The abuser uses verbal intimidation and degradation to communicate to the victim that she has no power in their relationship. He uses words as weapons to embarrass and humiliate her. He screams at her as if she was a criminal on the street — his voice and face changes; he uses vile language. He tells the victim she is no better than the whores and scumbags he deals with on the job every day.
Sometimes the verbal attack is used to provoke a confrontation for which he can then retaliate. If the verbal intimidation fails to gain control or earn the appropriate level of respect desired, the police abuser uses his training in the use of physical force. He then blames the victim for pushing him too far and making him batter her.

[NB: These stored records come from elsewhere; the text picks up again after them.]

import { type FieldData, type FieldSystem, PLACES_PER_BLOCK } from './blup.js';

/** Places whose solution takes as long as copying the factor; fewer are solved where it stands. */
const PLACES_WORTH_A_COPY = 12;

/** Scratch of `predictField`, one per thread. */
export interface BlupWorkspace {
  readonly covariances: Float64Array;
  readonly reduced: Float64Array;
}

export function createBlupWorkspace(stationCount: number, trendCount: number): BlupWorkspace {
  return {
    covariances: new Float64Array(stationCount * PLACES_PER_BLOCK),
    reduced: new Float64Array(PLACES_PER_BLOCK * trendCount),
  };
}

/**
 * Means of several data sets and the one signal variance at each place.
 *
 * @param places     count × 3 positions, km
 * @param trendRows  count × p
 * @param data       data sets solved by `system.solveData` (the field's own, and a second one for the turn)
 * @param means      one Float64Array(count) a data set, written
 * @param variance   Float64Array(count) of signal variances (no nugget), written; never below 0
 */
export function predictField(
  system: FieldSystem,
  places: Float64Array,
  trendRows: Float64Array,
  count: number,
  data: readonly FieldData[],
  means: readonly Float64Array[],
  variance: Float64Array,
  workspace: BlupWorkspace,
): void {
  const n = system.stationCount;
  const p = system.trendCount;
  const { reduced } = workspace;
  const lent = count < PLACES_WORTH_A_COPY ? null : system.borrowFactor();
  const covariances = lent?.block ?? workspace.covariances;
  for (let first = 0; first < count; first += PLACES_PER_BLOCK) {
    const block = Math.min(PLACES_PER_BLOCK, count - first);
    system.covariances(places, first, block, covariances);
    for (let d = 0; d < data.length; d++) {
      writeMeans(covariances, n, p, block, trendRows, first, data[d], means[d]);
    }
    if (lent === null) system.reduce(covariances, block, trendRows, first, reduced);
    else system.reduceIn(lent, block, trendRows, first, reduced);
    for (let j = 0; j < block; j++) variance[first + j] = system.parameters.sill;
    for (let i = 0; i < n; i++) {
      for (let j = 0; j < block; j++) variance[first + j] -= covariances[i * block + j] ** 2;
    }
    for (let j = 0; j < block; j++) {
      // The explained part can exceed the sill by rounding at a station without nugget.
      let value = Math.max(0, variance[first + j]);
      for (let a = 0; a < p; a++) value += reduced[j * p + a] ** 2;
      variance[first + j] = value;
    }
  }
}

function writeMeans(
  covariances: Float64Array,
  n: number,
  p: number,
  block: number,
  trendRows: Float64Array,
  first: number,
  { coefficients, weights }: FieldData,
  mean: Float64Array,
): void {
  for (let j = 0; j < block; j++) {
    let value = 0;
    for (let a = 0; a < p; a++) value += trendRows[(first + j) * p + a] * coefficients[a];
    mean[first + j] = value;
  }
  for (let i = 0; i < n; i++) {
    const weight = weights[i];
    for (let j = 0; j < block; j++) mean[first + j] += covariances[i * block + j] * weight;
  }
}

Physical abuse in police-perpetrated domestic violence is extremely brutal. It includes punching, choking, kicking, choke holds and body slams as well as techniques that inflict great pain yet leave no bruises or broken bones. He may hold a loaded gun to the victim's head or a fire a shot in close proximity to her sleeping child.
The abuser reinforces the victim's sense of isolation and hopelessness by frequently reminding her that there is no escape. He tells her she can call the police, but asks her who she thinks they will believe — him, or her? He tells her she can leave, but wherever she goes he will hunt her down. She can press charges against him, but she does not have enough evidence or credibility to make them stick. If she does manage to get him convicted, he will lose his job and then she will have no financial support for their children. He threatens that if he loses his job, she will lose her life.
Community Response Missing
If the victim has ever tried to escape before, she knows the truth in what he is saying. The victim knows that he will find her if she goes to a shelter because he knows or can easily find out where shelters are located. Most of her family and friends are afraid of him and afraid to be involved.
In general, the smaller the town, the fewer options she has; and the higher his rank, the fewer people who are willing to help her.
If the woman calls the police, she sees that when the police arrive at the scene and learn that the alleged perpetrator is a police officer, a shift takes place. The responding officers are now responding not to the victim of a crime, but to an officer in need.
Because most police departments do not have a policy addressing police-perpetrated domestic violence, the responding officers, who are the abuser's colleagues, use their discretion in handling the call. The responding officers are likely to discourage the victim from signing a complaint. They urge her to consider his career, to think about all the good things they share, to think about their kids. They assure her that he's a good man and a good police officer, that he's just under a lot of stress. They promise to talk to him off the record and invoke the code of silence. The responding officers do not inform their superiors and life goes on, for the abuser, as if nothing ever happened.
Laws and Policy Backfire
Victims must overcome nearly insurmountable obstacles to pursue charges.
Where the victim does press charges, she is accused of being vindictive and going after his job. Obtaining a protective order is perceived as an act of aggression. The victim faces a legal system that is hostile and foreign to her, but is his daily work environment. He knows the system and the players in the system are his acquaintances and co-workers.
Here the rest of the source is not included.